1. Generating types for production no SQL databases, where the schema has varied
over time
2. Generating complex API response types where the underlying type is unknown
but a large amount of sample responses can be obtained

## Design decisions

### Avoiding unions

Envault prefers to avoid unions where they are not necessary. For example, given
these input files:

```jsonc
// 200.json
{
"statusCode": 200,
"data": {
"message": "Hello World!"
}
}
```

```jsonc
// 500.json
{
"statusCode": 500,
"error": {
"message": "An internal server error occurred"
}
}
```

It is possible to generate two distinct types which accurately describe the
provided data:

```typescript
// With union
export type T1 = {
message: string;
};

export type T4 = {
message: string;
};

export type Root =
| {
data: T1;
statusCode: number;
}
| {
error: T4;
statusCode: number;
};

// Without union
export type T1 = {
message: string;
};

export type T4 = {
message: string;
};

export type Root = {
data: T1 | null | undefined;
error: T4 | null | undefined;
statusCode: number;
};
```

In this case, entype will generate the type without a union. This is for two
reasons:

1. The type is more robust (a new input with both `data` and `error` would not
contradict the generated type)
2. A preference for unions would potentially generate many variants where there
are lots of optional fields (like in the Minecraft datapack format)

It is possible to make this configurable, and I would consider implementing such
functionality in future (or accepting a PR) if there is demand and a suitable
proposal for the API design.

## Supported formats and languages

Entype currently sypports JSON as an input format and Rust/Typescript as output
formats. Other output formats are trivial to implement and PRs are welcome. Some
minor refactoring and API changes are needed to support other input formats, but
PRs are also welcome to add support for these.

## Limitations

### Naming

Since entype has limited context, it will not generate descriptive type names.
It is generally recommended (though not required) to manually rename types after
generation.

### Performance

Entype is written in TypeScript and is not optimised for performance.
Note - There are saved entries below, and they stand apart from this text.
import { describe, expect, it } from 'vitest';
import { mkdtempSync, readFileSync, writeFileSync, existsSync } from 'node:fs';
import { tmpdir } from 'node:os';
import { join } from 'node:path';
import { runCli } from '../../src/cli/run-cli.js';
import { LARGE_FILE_BYTES } from '../../src/cli/commands/analyze-action.js';
import { runCaptured } from '../helpers/cli-capture.js';

const ROOT = join(__dirname, '..', '..');

const run = (args: string[], cwd: string = ROOT) => runCaptured(args, cwd);

function tmp(): string {
  return mkdtempSync(join(tmpdir(), 'mechanist-cli-'));
}

describe('mechanist analyze', () => {
  it('prints the verdict and the ranked table for the demo data', async () => {
    const r = await run(['analyze', 'data/demo/hlx-amidase-kt0417.csv', '--error', 'proportional']);
    expect(r.code).toBe(0);
    expect(r.out).toMatch(/^Verdict: /m);
    expect(r.out).toMatch(/Models, ranked by AICc/);
    expect(r.out).toMatch(/line 19: flagged in the exclude column/);
    expect(r.err).toBe('');
  });

  it('--json gives one JSON document of the documented shape, models sorted by AICc', async () => {
    const r = await run(['analyze', 'data/demo/hlx-amidase-kt0417.csv', '--json']);
    expect(r.code).toBe(0);
    const doc = JSON.parse(r.out);
    expect(doc.input.rowsRead).toBe(doc.input.rowsUsed + doc.input.excluded.length);
    expect(doc.input.excluded[0]).toMatchObject({ line: 19, reason: expect.any(String) });
    expect(doc.models.map((m: { mechanism: string }) => m.mechanism).sort()).toEqual(['competitive', 'mixed', 'noncompetitive', 'none', 'uncompetitive']);
    for (let k = 1; k < doc.models.length; k++) expect(doc.models[k].aicc).toBeGreaterThanOrEqual(doc.models[k - 1].aicc);
    const names: Record<string, string[]> = {
      none: ['Vmax', 'Km'],
      competitive: ['Vmax', 'Km', 'Ki'],
      uncompetitive: ['Vmax', 'Km', 'Kiu'],
      noncompetitive: ['Vmax', 'Km', 'Ki'],
      mixed: ['Vmax', 'Km', 'Ki', 'Kiu', 'alpha'],
    };
    for (const m of doc.models) {
      expect(Object.keys(m.params)).toEqual(names[m.mechanism]);
      expect(typeof m.converged).toBe('boolean');
      for (const key of ['sse', 'aicc', 'bic', 'weight']) expect(typeof m[key]).toBe('number');
      expect(m.params.Km).toMatchObject({ value: expect.any(Number), se: expect.any(Number), ci95: [expect.any(Number), expect.any(Number)] });
    }
    expect(doc.verdict).toMatchObject({ mechanism: expect.any(String), decisive: expect.any(Boolean), reasons: expect.any(Array) });
    const weights = doc.models.reduce((a: number, m: { weight: number }) => a + m.weight, 0);
    expect(weights).toBeCloseTo(1, 12);
  });

  it('--out writes results.json, parameters.csv and summary.txt', async () => {
    const dir = tmp();
    const r = await run(['analyze', join(ROOT, 'data/demo/hlx-amidase-kt0417.csv'), '--out', dir]);
    expect(r.code).toBe(0);
    for (const f of ['results.json', 'parameters.csv', 'summary.txt']) expect(existsSync(join(dir, f))).toBe(true);
    const csv = readFileSync(join(dir, 'parameters.csv'), 'utf8').trim().split('\n');
    expect(csv[0]).toBe('mechanism,rank,aicc_weight,parameter,value,se,wald95_low,wald95_high,profile95_low,profile95_high,detected,note');
    const doc = JSON.parse(readFileSync(join(dir, 'results.json'), 'utf8'));
    const best = doc.models[0];
    const km = csv.find((line) => line.startsWith(`${best.mechanism},1,`) && line.split(',')[3] === 'Km')!.split(',');
    expect(Number(km[4])).toBe(best.params.Km.value);
    expect(Number(km[8])).toBe(best.params.Km.profile95[0]);
    expect(Number(km[9])).toBe(best.params.Km.profile95[1]);
  });

  it('a malformed file: one line naming file, line and column; exit 2; no stack trace', async () => {
    const dir = tmp();
    const file = join(dir, 'broken.csv');
    writeFileSync(file, 'substrate,inhibitor,rate\n1,0,2\n2,0,-x\n3,-1,4\n');
    const r = await run(['analyze', file]);
    expect(r.code).toBe(2);
    expect(r.err.trim().split('\n')).toHaveLength(1);
    expect(r.err).toMatch(/broken\.csv:4:2: /);
    expect(r.err).not.toMatch(/at .*\.ts|undefined|NaN/);
  });

  it('a missing file and a bad option end in exit 2 with one line', async () => {
    const a = await run(['analyze', 'no-such-file.csv']);
    expect(a.code).toBe(2);
    expect(a.err.trim().split('\n')).toHaveLength(1);
    const b = await run(['analyze', 'data/demo/hlx-amidase-kt0417.csv', '--error', 'cauchy']);
    expect(b.code).toBe(2);
    expect(b.err).toMatch(/--error: "cauchy" is not one of constant, proportional, sqrt, column, auto/);
    const c = await run(['analyze']);
    expect(c.code).toBe(2);
    const d = await run(['frobnicate']);
    expect(d.code).toBe(2);
  });

  it('an analysis that cannot be completed exits 1 and says why', async () => {
    const r = await run(['analyze', 'data/demo/hlx-amidase-kt0417.csv', '--error', 'column']);
    expect(r.code).toBe(1);
    expect(r.err).toMatch(/analysis not completed: the column error model needs/);
  });

  it('a multi-compound file asks which compound, and --compound all analyses each', async () => {
    const a = await run(['analyze', 'examples/compounds-long.csv']);
    expect(a.code).toBe(2);
    expect(a.err).toMatch(/holds \d+ compounds .*--compound/);
    const b = await run(['analyze', 'examples/compounds-long.csv', '--compound', 'all', '--json']);
    expect(b.code).toBe(0);
    const docs = JSON.parse(b.out);
    expect(Array.isArray(docs)).toBe(true);
    expect(docs.length).toBeGreaterThan(1);
  });

  it('--help documents the exit codes', async () => {
    const r = await run(['--help']);
    expect(r.code).toBe(0);
    expect(r.out).toMatch(/Exit codes:/);
    expect(r.out).toMatch(/2 {2}bad input or usage/);
  });
});

describe('mechanist simulate', () => {
  it('writes a reproducible CSV that analyze reads back and calls correctly', async () => {
    const dir = tmp();
    const args = ['simulate', '--mechanism', 'uncompetitive', '--vmax', '50', '--km', '5', '--kiu', '3', '--substrate', '1,2,4,8,16,32,64', '--inhibitor', '0,1.5,3,6,12', '--seed', '9'];
    const a = await run([...args, '--output', join(dir, 'a.csv')]);
    const b = await run(args);
    expect(a.code).toBe(0);
    expect(readFileSync(join(dir, 'a.csv'), 'utf8')).toBe(b.out);
    const r = await run(['analyze', join(dir, 'a.csv'), '--error', 'proportional', '--json']);
    const doc = JSON.parse(r.out);
    expect(doc.verdict.mechanism).toBe('uncompetitive');
  });
  it('refuses a model without its constant', async () => {
    const r = await run(['simulate', '--mechanism', 'mixed', '--ki', '2']);
    expect(r.code).toBe(2);
    expect(r.err).toMatch(/needs --kiu/);
  });
});

describe('mechanist demo', () => {
  it('analyses the shipped demo data and writes the results folder', async () => {
    const dir = tmp();
    const r = await run(['demo', '--out', join(dir, 'demo')]);
    expect(r.code).toBe(0);
    expect(r.out).toMatch(/mixed inhibition, leaning competitive/);
    expect(existsSync(join(dir, 'demo', 'results.json'))).toBe(true);
  });
});

describe('notes on big inputs (issue 16, item 6)', () => {
  it(`a file of ${LARGE_FILE_BYTES / 1e6} MB or more is announced on a terminal before it is read; not when stderr is not a terminal`, async () => {
    const dir = mkdtempSync(join(tmpdir(), 'mechanist-big-'));
    const file = join(dir, 'big.csv');
    writeFileSync(file, 'substrate,inhibitor,rate,rate\n' + '1,0,2,3\n'.repeat(Math.ceil(LARGE_FILE_BYTES / 8)));
    for (const errIsTTY of [true, false]) {
      let err = '';
      const code = await runCli(['analyze', file], { out: () => {}, err: (t) => void (err += t), errIsTTY, cwd: dir });
      expect(code).toBe(2);
      const lines = err.trim().split('\n');
      expect(lines.at(-1)).toMatch(/duplicate column name "rate"/);
      expect(lines.length).toBe(errIsTTY ? 2 : 1);
      if (errIsTTY) expect(lines[0]).toMatch(new RegExp(`^mechanist: note: reading .*big\\.csv \\(10 MB\\)$`));
    }
  });
});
This is a
deliberate decision, which was made for the following reasons:

1. It is already fast (see the benchmarks)
2. It is intended for one-off use

If you measure your input data in GigaBytes rather than MegaBytes, no guarantees
are made as to the performance.

## Benchmarks

The following are the results of running `deno bench --allow-read`:

```
benchmark time (avg) (min … max) p75 p99 p995
---------------------------------------------------------------------- -----------------------------
datapack/blockstates - no disk 9.94 ms/iter (9.56 ms … 10.7 ms) 10.07 ms 10.7 ms 10.7 ms
datapack/models - no disk 32.55 ms/iter (30.94 ms … 37.5 ms) 32.69 ms 37.5 ms 37.5 ms
datapack/blockstates 31.06 ms/iter (28.16 ms … 44.51 ms) 30.82 ms 44.51 ms 44.51 ms
datapack/models 110.64 ms/iter (102.68 ms … 129.42 ms) 114.19 ms 129.42 ms 129.42 ms
```

On the following system:

```
Processor AMD Ryzen 5 3600 6-Core Processor × 6
Memory 16 GiB
```

The `datapack/blockstates` directory contains approximately `800.2 kB` of JSON
files, while the `datapack/models` folder contains around `1.1 MB`.